Cerchiamo di collegare i due temi: la moda è importante ma la sostenibilità e la giustizia sociale lo sono altrettanto. La Fast Fashion ha effetti orribili sull’ambiente soprattutto a causa dell’enorme sovraproduzione. È importante che tutti ne siano sempre consapevoli. Diffondiamo queste conoscenze tramite newsletter e social media. Cerchiamo di mostrare come prendersi cura correttamente dei propri abiti in modo che possano essere utilizzati il più a lungo possibile. Spieghiamo gli effetti dannosi dell’industria tessile e consigliamo libri e podcast con cui le persone possono approfondire il tema. Spesso nei nostri punti di scambio si trovano anche i colleghi di Public Eye che prestano un importante lavoro di sensibilizzazione.
Di quali fatti non è ancora abbastanza al corrente la popolazione quando si tratta di Fast Fashion?

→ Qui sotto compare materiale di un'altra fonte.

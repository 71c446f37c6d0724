/**
 * The boundaries the code keeps (DEVELOPERS.md, "Layers and boundaries"); `npm run boundaries`, run by
 * `npm test` beside the lint. SQL outside repositories is a lint rule (eslint.config.js), since it is
 * about calls, not imports.
 */
const feature = (side) => `^${side}/features/([^/]+)/`;
const othersInternals = (side) => ({
  path: `^${side}/features/[^/]+/`,
  pathNot: [`^${side}/features/$1/`, `^${side}/features/[^/]+/index\\.tsx?$`],
});

module.exports = {
  forbidden: [
    {
      name: 'feature-internals',
      comment: "A feature imports another feature only through that feature's index.ts, its public module.",
      severity: 'error',
      from: { path: feature('server') },
      to: othersInternals('server'),
    },
    {
      name: 'client-feature-internals',
      comment: "A client feature imports another only through that feature's index.ts.",
      severity: 'error',
      from: { path: feature('src') },
      to: othersInternals('src'),
    },
    {
      name: 'routes-call-services',
      comment: 'Routes translate HTTP and call a service; they never reach a repository themselves.',
      severity: 'error',
      from: { path: '\\.routes\\.ts$' },
      to: { path: '\\.repository\\.ts$' },
    },
    {
      name: 'layers-point-down',
      comment: 'Repositories and services never import routes; repositories never import services.',
      severity: 'error',
      from: { path: '\\.(repository|service)\\.ts$' },
      to: { path: '\\.routes\\.ts$' },
    },
    {
      name: 'repositories-hold-sql-only',
      severity: 'error',
      from: { path: '\\.repository\\.ts$' },
      to: { path: '\\.service\\.ts$' },
    },
    {
      name: 'shared-is-pure',
      comment: 'shared/ runs on both sides: it imports neither the server nor the client.',
      severity: 'error',
      from: { path: '^shared/' },
      to: { path: '^(server|src)/' },
    },
    {
      name: 'sides-stay-apart',
      comment: 'The client and the server meet only in shared/ (contracts and schemas).',
      severity: 'error',
      from: { path: '^src/' },
      to: { path: '^server/' },
    },
    {
      name: 'server-not-client',
      severity: 'error',
      from: { path: '^server/' },
      to: { path: '^src/' },
    },
    {
      name: 'features-not-app',
      comment: 'src/app composes the features; features never import it.',
      severity: 'error',
      from: { path: '^src/(features|components|lib)/' },
      to: { path: '^src/app/' },
    },
    {
      name: 'ui-has-no-features',
      comment: 'UI primitives know nothing of features.',
      severity: 'error',
      from: { path: '^src/components/' },
      to: { path: '^src/features/' },
    },
  ],
  options: {
    doNotFollow: { path: 'node_modules' },
    exclude: { path: '(^|/)(node_modules|dist)/|\\.test\\.tsx?$' },
    tsPreCompilationDeps: true,
    tsConfig: { fileName: 'tsconfig.base.json' },
    enhancedResolveOptions: {
      exportsFields: ['exports'],
      conditionNames: ['import', 'require', 'node', 'default'],
      extensions: ['.ts', '.tsx', '.js', '.mjs', '.json'],
    },
    reporterOptions: { text: { highlightFocused: true } },
  },
};
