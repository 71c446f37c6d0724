// `npm run lint` (also run by `npm test`). Rules that need type information are left out on purpose:
// `tsc` already checks types, and without them ESLint stays quick on the whole repository.
import js from '@eslint/js';
import tseslint from 'typescript-eslint';
import reactHooks from 'eslint-plugin-react-hooks';
import jsxA11y from 'eslint-plugin-jsx-a11y';
import globals from 'globals';
import { defineConfig } from 'eslint/config';
import prettier from 'eslint-config-prettier/flat';

// Paths are the contracts' (shared/api/*.api.ts): code anywhere else reaches one through its endpoint object.
// Tests spell paths on purpose (they are the outside view), so they are not covered.
const apiPathMessage =
  'API paths are written only in shared/api/*.api.ts; use the endpoint object (urlOf, callApi, apiRoute) or API_ROOT (DEVELOPERS.md, One contract per endpoint).';
const noApiPaths = [
  { selector: 'Literal[value=/^\\/api(\\/|$)/]', message: apiPathMessage },
  { selector: 'TemplateLiteral[quasis.0.value.cooked=/^\\/api(\\/|$)/]', message: apiPathMessage },
];

// SQL only in repositories: Kysely's query starters and the `sql` tag. `with` counts only with a function
// second argument (a CTE), so Array.prototype.with(index, value) stays allowed.
const sqlMessage = 'SQL belongs in a *.repository.ts file (DEVELOPERS.md, Layers)';
const noSql = [
  {
    selector: 'CallExpression[callee.property.name=/^(selectFrom|insertInto|updateTable|deleteFrom|mergeInto|replaceInto|selectNoFrom)$/]',
    message: sqlMessage,
  },
  { selector: "CallExpression[callee.property.name='with'][arguments.1.type=/FunctionExpression$/]", message: sqlMessage },
  { selector: "TaggedTemplateExpression[tag.name='sql']", message: sqlMessage },
  { selector: "CallExpression[callee.object.name='sql']", message: sqlMessage },
];
const tests = ['**/*.test.ts', '**/*.test.tsx'];

export default defineConfig(
  { ignores: ['node_modules/', 'dist/', '.data/', 'coverage/', 'test-results/', 'tests/output/', 'uploads/', 'backups/'] },
  // A disable comment that no longer silences anything fails, so none outlive their reason.
  { linterOptions: { reportUnusedDisableDirectives: 'error' } },
  js.configs.recommended,
  tseslint.configs.recommended,
  {
    rules: {
      // As tsc's noUnusedLocals/noUnusedParameters: a leading underscore marks a name kept on purpose
      // (an Express error handler's fourth argument, a field left out of a rest copy).
      '@typescript-eslint/no-unused-vars': [
        'error',
        { argsIgnorePattern: '^_', varsIgnorePattern: '^_', caughtErrorsIgnorePattern: '^_', ignoreRestSiblings: true },
      ],
    },
  },
  {
    // Hooks live only in the client.
    files: ['src/**/*.{ts,tsx}'],
    plugins: { 'react-hooks': reactHooks },
    rules: {
      'react-hooks/rules-of-hooks': 'error',
      'react-hooks/exhaustive-deps': 'warn',
    },
  },
  {
    files: ['**/*.tsx'],
    ...jsxA11y.flatConfigs.recommended,
    rules: {
      ...jsxA11y.flatConfigs.recommended.rules,
      // A scrolling region (role="region" with a name) takes focus so keyboard users can scroll it
      // (axe-core's scrollable-region-focusable); tab panels stay allowed as in the plugin's default.
      'jsx-a11y/no-noninteractive-tabindex': ['error', { tags: [], roles: ['tabpanel', 'region'], allowExpressionValues: true }],
    },
  },
  {
    // Migrations are written against Kysely<any> on purpose: they must not depend on today's schema types.
    files: ['migrations/**/*.ts'],
    rules: { '@typescript-eslint/no-explicit-any': 'off' },
  },
  {
    files: ['server/**/*.{ts,mjs}', 'src/**/*.{ts,tsx}', 'shared/**/*.ts'],
    ignores: ['shared/api/**', ...tests],
    rules: { 'no-restricted-syntax': ['error', ...noApiPaths] },
  },
  {
    // Both lists: a later block's options replace an earlier one's for the same rule.
    files: ['server/**/*.ts'],
    ignores: ['**/*.repository.ts', 'server/db/**', 'server/ops/**', 'server/demo/**', ...tests],
    rules: { 'no-restricted-syntax': ['error', ...noApiPaths, ...noSql] },
  },
  { files: ['**/*.{js,mjs}'], languageOptions: { globals: globals.node } },
  { files: ['**/*.cjs'], languageOptions: { globals: globals.node, sourceType: 'commonjs' } },
  // Layout is Prettier's alone (npm run format); rules that would argue with it are off.
  prettier,
);
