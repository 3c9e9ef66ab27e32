package org.evanesce.geometry;

import static org.junit.jupiter.api.Assertions.assertEquals;
import static org.junit.jupiter.api.Assertions.assertTrue;

import org.evanesce.geometry.shape.Ellipse;
import org.evanesce.geometry.shape.HalfPlane;
import org.evanesce.geometry.shape.Rectangle;
import org.junit.jupiter.api.Test;

/**
 * The off-diagonal element of the smoothed inverse permittivity against the tensor of anisotropic smoothing,
 * ε⁻¹ = P⟨1/ε⟩ + (1 − P)/⟨ε⟩ with P = n nᵀ, so (ε⁻¹)_xy = n_x n_y (⟨1/ε⟩ − 1/⟨ε⟩) (A. Farjadpour et al., "Improving
 * accuracy by subpixel smoothing in the finite-difference time domain", Opt. Lett. 31, 2972 (2006), eq. 1).
 */
class CrossTermsTest {

    private static final double D = 20e-9;
    private static final Material GLASS = new Material("glass", 4.0, 0.0);
    /** Hand-computed values are given to seven significant figures. */
    private static final double HAND = 1e-7;
    /**
     * Against fill fractions from 400 × 400 subsamples per pixel (a straight cut's area off by well under one subsample
     * row, 1/400 of the pixel): measured at most 5.4e-6 over 64 sites (2026-12-04); about 10x that.
     */
    private static final double SUBSAMPLED = 5e-5;

    @Test
    void diagonalInterfaceByHand() {
        // the interface x + y = 5 cells, glass below it (as RasterizerTest): Ex at (4.5, 0) has 7/8 of its pixel in
        // glass: ⟨ε⟩ = 3.625, ⟨1/ε⟩ = 0.34375, n_x n_y = ½: (ε⁻¹)_xy = ½ (0.34375 − 1/3.625) = 0.03394397; the grid's
        // edges keep two cells free, so take the same line further in: x + y = 9 cells, Ex at (4.5, 4)
        Scene diagonal = Scene.builder(Material.VACUUM).add(new HalfPlane(9 * D, 0, 1, 1), GLASS).build();
        MaterialGrid g = Rasterizer.rasterize(diagonal, new GridSpec(0, 0, D, 16, 16), Smoothing.ANISOTROPIC);
        assertEquals(0.03394397, g.crossTerms().at(FieldSite.EX, 4, 4, 16), HAND);
        assertEquals(0.03394397, g.crossTerms().at(FieldSite.EY, 4, 4, 16), HAND, "Ey by symmetry");
        // the normal (1, −1)/√2 flips the sign of n_x n_y: the line x − y = 0, glass on the upper left
        Scene other = Scene.builder(Material.VACUUM).add(new HalfPlane(8 * D, 8 * D, 1, -1), GLASS).build();
        MaterialGrid h = Rasterizer.rasterize(other, new GridSpec(0, 0, D, 16, 16), Smoothing.ANISOTROPIC);
        // Ex at (6.5, 6): the pixel [6, 7] × [5.5, 6.5] has x − y ≤ 0 on 1/8 of it (glass); ⟨ε⟩ = 1.375,
        // ⟨1/ε⟩ = 0.90625: −½ (0.90625 − 1/1.375) = −0.08948864
        assertEquals(-0.08948864, h.crossTerms().at(FieldSite.EX, 6, 6, 16), HAND);
    }

    @Test
    void tiltedInterfaceAtEveryCutSite() {
        double theta = Math.toRadians(30);
        double nx = Math.cos(theta);
        double ny = Math.sin(theta);
        Scene scene = Scene.builder(Material.VACUUM).add(new HalfPlane(10.37 * D, 9.81 * D, nx, ny), GLASS).build();
        GridSpec spec = new GridSpec(0, 0, D, 24, 24);
        MaterialGrid g = Rasterizer.rasterize(scene, spec, Smoothing.ANISOTROPIC);
        int checked = 0;
        double worst = 0;
        for (FieldSite site : new FieldSite[] {FieldSite.EX, FieldSite.EY}) {
            int[] cells = g.crossTerms().cells(site);
            double[] values = g.crossTerms().values(site);
            for (int q = 0; q < cells.length; q++) {
                int i = cells[q] % 24;
                int j = cells[q] / 24;
                double f = glassFraction(spec.siteX(site, i), spec.siteY(site, j), 10.37 * D, 9.81 * D, nx, ny);
                double mean = f * 4 + (1 - f);
                double inverse = f / 4 + (1 - f);
                double expected = nx * ny * (inverse - 1 / mean);
                worst = Math.max(worst, Math.abs(values[q] - expected));
                assertEquals(expected, values[q], SUBSAMPLED, site + " at (" + i + ", " + j + "), f = " + f);
                checked++;
            }
        }
        System.out.printf("tilted interface: %d cut in-plane sites, worst departure %.2e%n", checked, worst);
        assertTrue(checked > 40, "a 30° line across 20 cells cuts more than 40 in-plane pixels; listed " + checked);
    }

    /** Glass's share of the pixel centred on (x, y), by subsampling: the side where (p − point)·n ≤ 0. */
    private static double glassFraction(double x, double y, double px, double py, double nx, double ny) {
        int n = 400;
        int in = 0;
        for (int b = 0; b < n; b++) {
            for (int a = 0; a < n; a++) {
                double sx = x + ((a + 0.5) / n - 0.5) * D;
                double sy = y + ((b + 0.5) / n - 0.5) * D;
                if ((sx - px) * nx + (sy - py) * ny <= 0) {
                    in++;
                }
            }
        }
        return (double) in / ((long) n * n);
    }

    @Test
    void noneWhereTheTensorIsDiagonal() {
        // faces along the axes: n_x n_y = 0
        Scene box = Scene.builder(Material.VACUUM).add(new Rectangle(9.75 * D, 9.15 * D, 8.9 * D, 9.1 * D, 0), GLASS).build();
        assertTrue(Rasterizer.rasterize(box, new GridSpec(0, 0, D, 20, 20), Smoothing.ANISOTROPIC).crossTerms().isEmpty());
        // no smoothing, and a lossy disk (its pixels keep the diagonal)
        Scene disk = Scene.builder(Material.VACUUM).add(Ellipse.disk(10.2 * D, 9.7 * D, 6 * D), GLASS).build();
        assertTrue(Rasterizer.rasterize(disk, new GridSpec(0, 0, D, 20, 20), Smoothing.NONE).crossTerms().isEmpty());
        Scene lossy = Scene.builder(Material.VACUUM).add(Ellipse.disk(10.2 * D, 9.7 * D, 6 * D),
                new Material("lossy", 2.0, 5e4)).build();
        assertTrue(Rasterizer.rasterize(lossy, new GridSpec(0, 0, D, 20, 20), Smoothing.ANISOTROPIC).crossTerms().isEmpty());
        // a smoothed disk has them, at Ex and Ey only, none within two cells of the grid's edges
        MaterialGrid g = Rasterizer.rasterize(disk, new GridSpec(0, 0, D, 20, 20), Smoothing.ANISOTROPIC);
        assertTrue(g.crossTerms().cells(FieldSite.EX).length > 10 && g.crossTerms().cells(FieldSite.EY).length > 10);
        assertEquals(0, g.crossTerms().cells(FieldSite.EZ).length);
        Scene edge = Scene.builder(Material.VACUUM).add(Ellipse.disk(0.4 * D, 0.3 * D, 6 * D), GLASS).build();
        MaterialGrid e = Rasterizer.rasterize(edge, new GridSpec(0, 0, D, 20, 20), Smoothing.ANISOTROPIC);
        for (FieldSite s : new FieldSite[] {FieldSite.EX, FieldSite.EY}) {
            for (int k : e.crossTerms().cells(s)) {
                assertTrue(k % 20 >= 2 && k / 20 >= 2, s + " cell " + k + " within two cells of the edge");
            }
        }
    }
}
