package org.evanesce.geometry;

import static org.junit.jupiter.api.Assertions.assertEquals;

import org.junit.jupiter.api.Test;

/**
 * The constants agree with each other as the SI relations demand: η0 = 1/(ε0 c0) and ε0 μ0 c0² = 1,
 * with μ0 = 1.25663706212e-6 N/A² (CODATA 2018, Tiesinga et al., Rev. Mod. Phys. 93, 025010 (2021)).
 */
class PhysicalConstantsTest {

    /** CODATA 2018 vacuum permeability, N/A². */
    static final double MU0 = 1.25663706212e-6;
    /** η0 is given to 12 digits: 1/(ε0 c0) differs by 3.0e-12 relative (measured); 10x that. */
    static final double IMPEDANCE_TOLERANCE = 3e-11;
    /** ε0 and μ0 are given to 11 digits: ε0 μ0 c0² − 1 = −4.3e-14 (measured); 10x that. */
    static final double PRODUCT_TOLERANCE = 5e-13;

    @Test
    void impedanceIsTheReciprocalOfPermittivityTimesSpeed() {
        double eta = 1 / (PhysicalConstants.EPS0 * PhysicalConstants.C0);
        assertEquals(1, PhysicalConstants.ETA0 / eta, IMPEDANCE_TOLERANCE, "η0 against 1/(ε0 c0)");
        assertEquals(1, PhysicalConstants.ETA0 / (MU0 * PhysicalConstants.C0), IMPEDANCE_TOLERANCE, "η0 against μ0 c0");
    }

    @Test
    void permittivityPermeabilityAndSpeedOfLight() {
        double c = PhysicalConstants.C0;
        assertEquals(1, PhysicalConstants.EPS0 * MU0 * c * c, PRODUCT_TOLERANCE, "ε0 μ0 c0²");
    }
}
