package org.evanesce.io;

import static org.evanesce.geometry.PhysicalConstants.C0;
import static org.junit.jupiter.api.Assertions.assertArrayEquals;
import static org.junit.jupiter.api.Assertions.assertEquals;
import static org.junit.jupiter.api.Assertions.assertFalse;
import static org.junit.jupiter.api.Assertions.assertNotNull;
import static org.junit.jupiter.api.Assertions.assertTrue;
import static org.junit.jupiter.api.Assumptions.assumeTrue;

import io.jhdf.HdfFile;
import io.jhdf.api.Attribute;
import io.jhdf.api.Dataset;
import io.jhdf.api.Node;
import java.io.ByteArrayInputStream;
import java.io.IOException;
import java.nio.charset.StandardCharsets;
import java.nio.file.Files;
import java.nio.file.Path;
import java.util.ArrayList;
import java.util.HashMap;
import java.util.List;
import java.util.Locale;
import java.util.Map;
import java.util.TreeSet;
import java.util.concurrent.TimeUnit;
import java.util.regex.Matcher;
import java.util.regex.Pattern;
import java.util.stream.Stream;
import javax.imageio.ImageIO;
import javax.xml.parsers.DocumentBuilderFactory;
import org.junit.jupiter.api.BeforeAll;
import org.junit.jupiter.api.Test;
import org.junit.jupiter.api.io.TempDir;
import org.junit.jupiter.params.ParameterizedTest;
import org.junit.jupiter.params.provider.CsvSource;
import org.snakeyaml.engine.v2.api.Load;
import org.snakeyaml.engine.v2.api.LoadSettings;
import org.w3c.dom.Document;
import org.w3c.dom.Element;
import org.w3c.dom.NodeList;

Molti ritengono che la Fast Fashion sia economica ma non è così. Il vero prezzo viene semplicemente pagato da qualcun altro: dall’ambiente, dai lavoratori sottopagati. Una volta che siamo consapevoli di questo, il prezzo non è più un argomento a favore. Ciò che ci fa più paura tuttavia è che tutti continuano a parlare dei danni all’ambiente provocati dai voli e dai viaggi ma l’industria tessile continua ad agire indisturbata nonostante le sue emissioni siamo maggiori della somma di quelle del traffico navale e aereo.
Come si presenta il futuro di Walk-in Closet Svizzera?
Abbiamo obiettivi ambiziosi. A lungo termine vogliamo garantire i nostri finanziamenti e diventare indipendenti. Per questo cerchiamo benefattori e volontari per sedi supplementari. Gli interessati possono annunciarsi e costruiremo insieme la nuova sede.
Walk-in Closet Svizzera è stata lanciata nel 2011 da Jenny Perez come progetto di studio. Il concetto è stato un successo. Nel 2016 l’associazione si è professionalizzata, ha ottenuto il sostegno di altre fondazioni e dispone ora di una sede propria. A fine 2023, grazie a un crowdfunding l’associazione ha raccolto oltre 25 000 franchi. Oltre ai punti di scambio Walk-in Closet gestisce anche un negozio di baratto online.